On the other hand, increase of eGFR and albuminuria in male IgAN patients seemed reversible effects of resveratrol treatment, as indicated by reduced eGFR and ACR values after 3 months open label wash out period.

Several reports proposed that resveratrol by suppressing oxidative stress could beneficially alter numerous pathophysiological processes in CKD [1,11,13]. Our present data revealed to corroborate this notion only in male IgAN patients. Accordingly, we found significant relationship between urinary ortho-tyrosine/creatinine ratio and CCL11 levels after 12 weeks of resveratrol treatment in male but not in female IgAN patients.

The positive correlation of ortho-tyrosine/creatinine ratio with CCL11 after resveratrol treatment suggests that altered inflammatory state could be a consequence of reduced oxidative stress.

However, in IgAN patients effects of resveratrol treatment on alpha- Klotho could not be noticed which seems dissimilar with the results of in vivo animal studies showing that resveratrol affects the renal expression of Klotho gene [18].

In addition, evidences demonstrating the effects of statin treatment to decrease the level of the inflammatory chemokine CCL11 and to increase the level of the anti-aging protein alpha-Klotho could not be verified in our present study [19-24].

Increased eGFR found here with resveratrol treatment could be possibly, due to the enhancement of single nephron hyperfiltration as a result of increased renal blood flow; similar that seen in animals where resveratrol caused endothelium-dependent renal vasodilation through its antioxidant properties [31,32].
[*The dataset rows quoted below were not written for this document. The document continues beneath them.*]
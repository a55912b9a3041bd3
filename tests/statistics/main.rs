//! The statistics against reference figures (see qa/README.md), printed tables,
//! and what must hold for any history.

mod learning;
mod local_level;
mod measurement;
mod reference;
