//! Reading the reference tables, and comparing with them.

use std::collections::HashMap;

/// A row of a table, by column.
pub(crate) type Row = HashMap<String, String>;

pub(crate) fn rows(text: &str) -> Vec<Row> {
    csv::Reader::from_reader(text.as_bytes())
        .deserialize()
        .map(Result::unwrap)
        .collect()
}

pub(crate) fn number(row: &Row, column: &str) -> f64 {
    row[column].parse().unwrap()
}
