/// The level after every turn as the whole history sees it, later tests included.
#[must_use]
pub fn smooth(filtered: &Filtered) -> Vec<Belief> {
    let mut smoothed: Vec<Belief> = filtered.turns.iter().map(|turn| turn.level).collect();
    for i in (0..smoothed.len().saturating_sub(1)).rev() {
        let Some(predicted) = filtered.turns[i + 1].predicted else {
            continue;
        };
        let (level, next, predicted) = (
            State::from(smoothed[i]),
            State::from(smoothed[i + 1]),
            State::from(predicted),
        );
        let gain = level.variance / predicted.variance;
        smoothed[i] = State {
            mean: level.mean + gain * (next.mean - predicted.mean),
            variance: level.variance + gain * gain * (next.variance - predicted.variance),
        }
        .into();
    }
    smoothed
}

/// What may be done with a result that lies far from what was expected.
#[derive(Clone, Copy, PartialEq, Eq)]
enum Oddity {
    /// It counts in full.
    Impossible,
    /// Either it is wrong or the one before.
    Undecided,
    /// It counts for less.
    Damped,
}

/// Mean and variance of a level.
#[derive(Clone, Copy)]
struct State {
    mean: f64,
    variance: f64,
}

impl From<Belief> for State {
    fn from(belief: Belief) -> Self {
        Self {
            mean: belief.mean.get(),
            variance: belief.sd.get().powi(2),
        }
    }
}

impl From<State> for Belief {
    fn from(state: State) -> Self {
        Self {
            mean: Value::clamped(state.mean),
            sd: Sd::clamped(state.variance.max(0.0).sqrt()),
        }
    }
}

/// A test with what the series says of it.
struct Reading {
    observation: Observation,
    day: Day,
    /// Standard deviation at the level of the series.
    sd: f64,
    /// Whether a repeat agrees with it.
    confirmed: bool,
}
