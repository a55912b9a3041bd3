//! The one thing to do next with a batch.

use chemistry::material::Vessel;

use super::store::OpenPlan;
use super::{Missing, before_the_mash};
use crate::id::{DoseId, PlanId, UtcTime};
use crate::plans::State;
use crate::web::format;

/// The one thing to do next with a batch.
#[derive(Clone, Copy, Debug, PartialEq, Eq)]
pub enum Next {
    /// Approve its plan.
    Approve,
    /// Decide on the revision that is to take its place.
    Decide(PlanId),
    /// Weigh out; whether something is in already.
    WeighOut {
        /// Whether something is in already.
        begun: bool,
    },
    /// Give the first step a reading advised.
    GiveStep(DoseId),
    /// Read the mash for the first time.
    ReadMash,
    /// Read the mash again, at this moment where it was named.
    ReadAgain(Option<UtcTime>),
    /// Close the batch.
    Close,
}

impl Next {
    /// As sent.
    pub const fn key(self) -> &'static str {
        match self {
            Self::Approve => "approve",
            Self::Decide(_) => "decide_on_revision",
            Self::WeighOut { .. } => "weigh_out",
            Self::GiveStep(_) => "give_step",
            Self::ReadMash => "read_mash",
            Self::ReadAgain(_) => "read_again",
            Self::Close => "close",
        }
    }

    /// What a button that does it says.
    pub fn words(self, time_zone: &str) -> String {
        match self {
            Self::Approve => "Approve".into(),
            Self::Decide(_) => "Decide on the revision".into(),
            Self::WeighOut { begun: false } => "Weigh out".into(),
            Self::WeighOut { begun: true } => "Go on weighing out".into(),
            Self::GiveStep(_) => "Give the first step".into(),
            Self::ReadMash => "Read the mash".into(),
            Self::ReadAgain(Some(at)) if at > UtcTime::now() => {
                let moment = format::moment(at, time_zone);
                let time = moment.split(' ').next_back().unwrap_or_default();
                format!("Read again at {time}")
            }
            Self::ReadAgain(_) => "Read the mash again".into(),
            Self::Close => "Close the batch".into(),
        }
    }

    /// When it is to be done, where that is a moment.
    pub const fn due_at(self) -> Option<UtcTime> {
        match self {
            Self::ReadAgain(at) => at,
            _ => None,
        }
    }
}

/// What to do next. The mash comes before what is weighed into later vessels: there is
/// little time to put it right.
pub(super) fn of(plan: &OpenPlan, missing: &[Missing], order: &[Vessel; 4]) -> Next {
    if plan.state == State::Draft {
        return Next::Approve;
    }
    let revision = missing.iter().find_map(|it| match it {
        Missing::Revision { id, .. } => Some(*id),
        _ => None,
    });
    if let Some(revision) = revision {
        return Next::Decide(revision);
    }
    let first = before_the_mash(order);
    let mut planned = plan.lines.iter().filter(|line| line.step_of.is_none());
    let everything_in = planned.clone().all(|line| line.weighed_at.is_some());
    let mash_ready = planned.all(|line| line.weighed_at.is_some() || !first.contains(&line.vessel));
    let weigh_out = Next::WeighOut {
        begun: plan.lines.iter().any(|line| line.weighed_at.is_some()),
    };
    let Some(reading) = &plan.reading else {
        return if mash_ready {
            Next::ReadMash
        } else {
            weigh_out
        };
    };
    match (reading.step, reading.advice.as_str()) {
        (Some((dose, None)), _) => return Next::GiveStep(dose),
        (Some((_, Some(given))), _) => {
            let minutes = reading.reread_after_minutes.unwrap_or(0.0);
            #[expect(clippy::cast_possible_truncation, reason = "minutes of a brew day")]
            return Next::ReadAgain(Some(given.plus_seconds((minutes * 60.0) as i64)));
        }
        (None, "read_again") => return Next::ReadAgain(None),
        _ => {}
    }
    if everything_in {
        Next::Close
    } else {
        weigh_out
    }
}
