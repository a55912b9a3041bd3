//! SQL for open plans, as far as the brew day needs them: their lines and newest readings,
//! and of their inputs only the names.

use chemistry::material::Vessel;
use chemistry::quantity::DoseAmount;
use jiff::civil::Date;
use serde::Deserialize;
use sqlx::sqlite::SqliteRow;
use sqlx::{Row, SqliteConnection};

use super::Reading;
use crate::error::Error;
use crate::id::{BeerId, DoseId, MashCheckId, MaterialId, PlanId, SourceId, UtcTime};
use crate::plans::store::{prediction, unreadable};
use crate::plans::{Advised, Prediction, State};

/// An open plan.
pub(super) struct OpenPlan {
    pub(super) id: PlanId,
    pub(super) batch: String,
    pub(super) revision: i64,
    pub(super) beer_id: BeerId,
    pub(super) beer_name: String,
    pub(super) brewed_on: Date,
    pub(super) state: State,
    pub(super) prediction: Option<Prediction>,
    pub(super) successor: Option<(PlanId, i64)>,
    pub(super) lines: Vec<Line>,
    pub(super) reading: Option<Reading>,
    /// Those with a share in the liquor.
    pub(super) sources: Vec<UsedSource>,
    shelf: Vec<Option<MaterialId>>,
}

/// A line of the weigh-out.
pub(super) struct Line {
    id: DoseId,
    pub(super) vessel: Vessel,
    pub(super) material: Option<MaterialId>,
    pub(super) planned: DoseAmount,
    /// The mash check whose first step it is.
    pub(super) step_of: Option<MashCheckId>,
    pub(super) weighed_at: Option<UtcTime>,
}

/// A source a plan draws on.
pub(super) struct UsedSource {
    pub(super) id: SourceId,
    /// The newest sample the plan knew of.
    pub(super) tested_on: Option<Date>,
    pub(super) assumed: Vec<String>,
}

/// The names in a plan's inputs; the figures are passed over.
#[derive(Deserialize)]
struct Names {
    sources: Vec<SourceName>,
    shelf: Vec<MaterialName>,
}

#[derive(Default, Deserialize)]
#[serde(default)]
struct SourceName {
    source_id: String,
    tested_on: String,
    assumed: Vec<String>,
}

#[derive(Default, Deserialize)]
#[serde(default)]
struct MaterialName {
    material_id: String,
}

/// Every open plan with its day, the earliest first.
pub(super) async fn open(db: &mut SqliteConnection) -> Result<Vec<(PlanId, Date)>, Error> {
    let rows = sqlx::query(
        "SELECT id, brewed_on FROM plans WHERE state IN ('draft', 'approved', 'dosed')
         ORDER BY brewed_on, batch, revision",
    )
    .fetch_all(db)
    .await?;
    rows.iter()
        .map(|row| Ok((row.try_get("id")?, date(row.try_get("brewed_on")?)?)))
        .collect()
}

/// These plans, as far as they are open, in the order of the list.
pub(super) async fn plans(
    db: &mut SqliteConnection,
    ids: &[PlanId],
) -> Result<Vec<OpenPlan>, Error> {
    let wanted = serde_json::to_string(ids).unwrap_or_default();
    let rows = sqlx::query(
        "SELECT plans.id, plans.batch, plans.revision, plans.beer_id, plans.beer_name, plans.brewed_on,
                plans.state, plans.prediction, plans.inputs, plans.shares,
                next.id AS next_id, next.revision AS next_revision
         FROM json_each(?) AS wanted
         CROSS JOIN plans ON plans.id = wanted.value
         LEFT JOIN plans AS next ON next.replaces = plans.id AND next.state <> 'withdrawn'
         WHERE plans.state IN ('draft', 'approved', 'dosed') ORDER BY wanted.key",
    )
    .bind(&wanted)
    .fetch_all(&mut *db)
    .await?;
    let mut plans = rows.iter().map(open_plan).collect::<Result<Vec<_>, _>>()?;
    let doses = sqlx::query(
        "SELECT doses.plan_id, doses.id, doses.vessel, doses.material, doses.planned, doses.mash_check_id, doses.weighed_at
         FROM json_each(?) AS wanted CROSS JOIN doses ON doses.plan_id = wanted.value
         ORDER BY doses.plan_id, doses.position",
    )
    .bind(&wanted)
    .fetch_all(&mut *db)
    .await?;
    let checks = sqlx::query(
        "SELECT mash_checks.id, mash_checks.plan_id, mash_checks.read_at, mash_checks.assessment
         FROM json_each(?) AS wanted CROSS JOIN mash_checks ON mash_checks.plan_id = wanted.value
         WHERE mash_checks.stage = 'mash' AND mash_checks.withdrawn_at IS NULL
         ORDER BY mash_checks.read_at, mash_checks.id",
    )
    .bind(&wanted)
    .fetch_all(&mut *db)
    .await?;
    for plan in &mut plans {
        for row in &doses {
            if row.try_get::<PlanId, _>("plan_id")? == plan.id {
                plan.lines.push(line(row, &plan.shelf)?);
            }
        }
        for row in &checks {
            if row.try_get::<PlanId, _>("plan_id")? == plan.id {
                plan.reading = Some(reading(row, &plan.lines)?);
            }
        }
    }
    Ok(plans)
}

fn date(text: &str) -> Result<Date, Error> {
    text.parse().map_err(unreadable)
}

fn open_plan(row: &SqliteRow) -> Result<OpenPlan, Error> {
    let names: Names = serde_json::from_str(row.try_get("inputs")?).map_err(unreadable)?;
    let shares: Vec<f64> = serde_json::from_str(row.try_get("shares")?).map_err(unreadable)?;
    let state: &str = row.try_get("state")?;
    let next: (Option<PlanId>, Option<i64>) =
        (row.try_get("next_id")?, row.try_get("next_revision")?);
    let sources = names.sources.into_iter().zip(shares);
    let sources = sources.filter(|(_, share)| *share > 0.0);
    Ok(OpenPlan {
        id: row.try_get("id")?,
        batch: row.try_get("batch")?,
        revision: row.try_get("revision")?,
        beer_id: row.try_get("beer_id")?,
        beer_name: row.try_get("beer_name")?,
        brewed_on: date(row.try_get("brewed_on")?)?,
        state: State::from_key(state).ok_or_else(|| unreadable(format!("state {state}")))?,
        prediction: prediction(row.try_get("prediction")?)?,
        successor: next.0.zip(next.1),
        lines: Vec::new(),
        reading: None,
        // A water that was typed into a preview is none of the brewery's sources.
        sources: sources
            .filter_map(|(source, _)| {
                Some(UsedSource {
                    id: source.source_id.parse().ok()?,
                    tested_on: source.tested_on.parse().ok(),
                    assumed: source.assumed,
                })
            })
            .collect(),
        shelf: names
            .shelf
            .iter()
            .map(|item| item.material_id.parse().ok())
            .collect(),
    })
}

fn line(row: &SqliteRow, shelf: &[Option<MaterialId>]) -> Result<Line, Error> {
    let place = usize::try_from(row.try_get::<i64, _>("material")?).map_err(unreadable)?;
    let vessel: &str = row.try_get("vessel")?;
    Ok(Line {
        id: row.try_get("id")?,
        vessel: Vessel::from_key(vessel).ok_or_else(|| unreadable(format!("vessel {vessel}")))?,
        material: shelf.get(place).copied().flatten(),
        planned: DoseAmount::clamped(row.try_get("planned")?),
        step_of: row.try_get("mash_check_id")?,
        weighed_at: row.try_get("weighed_at")?,
    })
}

fn reading(row: &SqliteRow, lines: &[Line]) -> Result<Reading, Error> {
    let id: MashCheckId = row.try_get("id")?;
    let advised: Advised = serde_json::from_str(row.try_get("assessment")?).map_err(unreadable)?;
    let step = lines.iter().find(|line| line.step_of == Some(id));
    Ok(Reading {
        ph: advised.reading_ph,
        sd: advised.reading_sd,
        at: row.try_get("read_at")?,
        verdict: advised.verdict,
        advice: advised.advice,
        reread_after_minutes: advised.step.map(|step| step.reread_after_minutes),
        step: step.map(|line| (line.id, line.weighed_at)),
    })
}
Nevertheless, resveratrol treatment reduced oxidative stress associated with increased eGFR in male IgAN patients.

It is noteworthy that results of the 52-week BEAM study conducted in CKD patients with T2DM showed similar increases of eGFR and albuminuria after bardoxolone methyl treatment, which is also known to possess antioxidant and Nrf2 activator capacity [33].

It is conceivable to suggest that there could be common mechanisms by which resveratrol and bardoxolone methyl could provoke increased urinary albumin excretion, as we summarized our hypothesis in Figure 7.

Figure 7: Possible mechanisms by which resveratrol treatment leads to increased glomerular filtration rate (GFR) and proteinuria in IgA nephropathy.

In addition, increased proteinuria found here with resveratrol treatment was also noticed in bardoxolone methyl-treated CKD patients with T2DM in the BEACON trial [34,35].

Consequently, in kidney failure augmented hyperfiltration of the residual nephrons may lead to increased proteinuria and advanced decline of the renal function [36,37] (Figure 7).

In conclusion, our results suggest that resveratrol treatment, as bardoxolone methyl therapy was indicated earlier in CKD patients with T2DM is not recommended in patients with IgA nephropathy. Limitations include the small number of cases due to increased albuminuria observed by the interim analysis leading to early termination of this study.

The present scientific contribution is dedicated to the 650th anniversary of the foundation of the University of Pécs, Hungary.

László G. Mészáros is the owner of Argina Ltd (Fót, Hungary), the vendor of resveratrol capsules. All other authors declare that they have no conflicts of financial interest.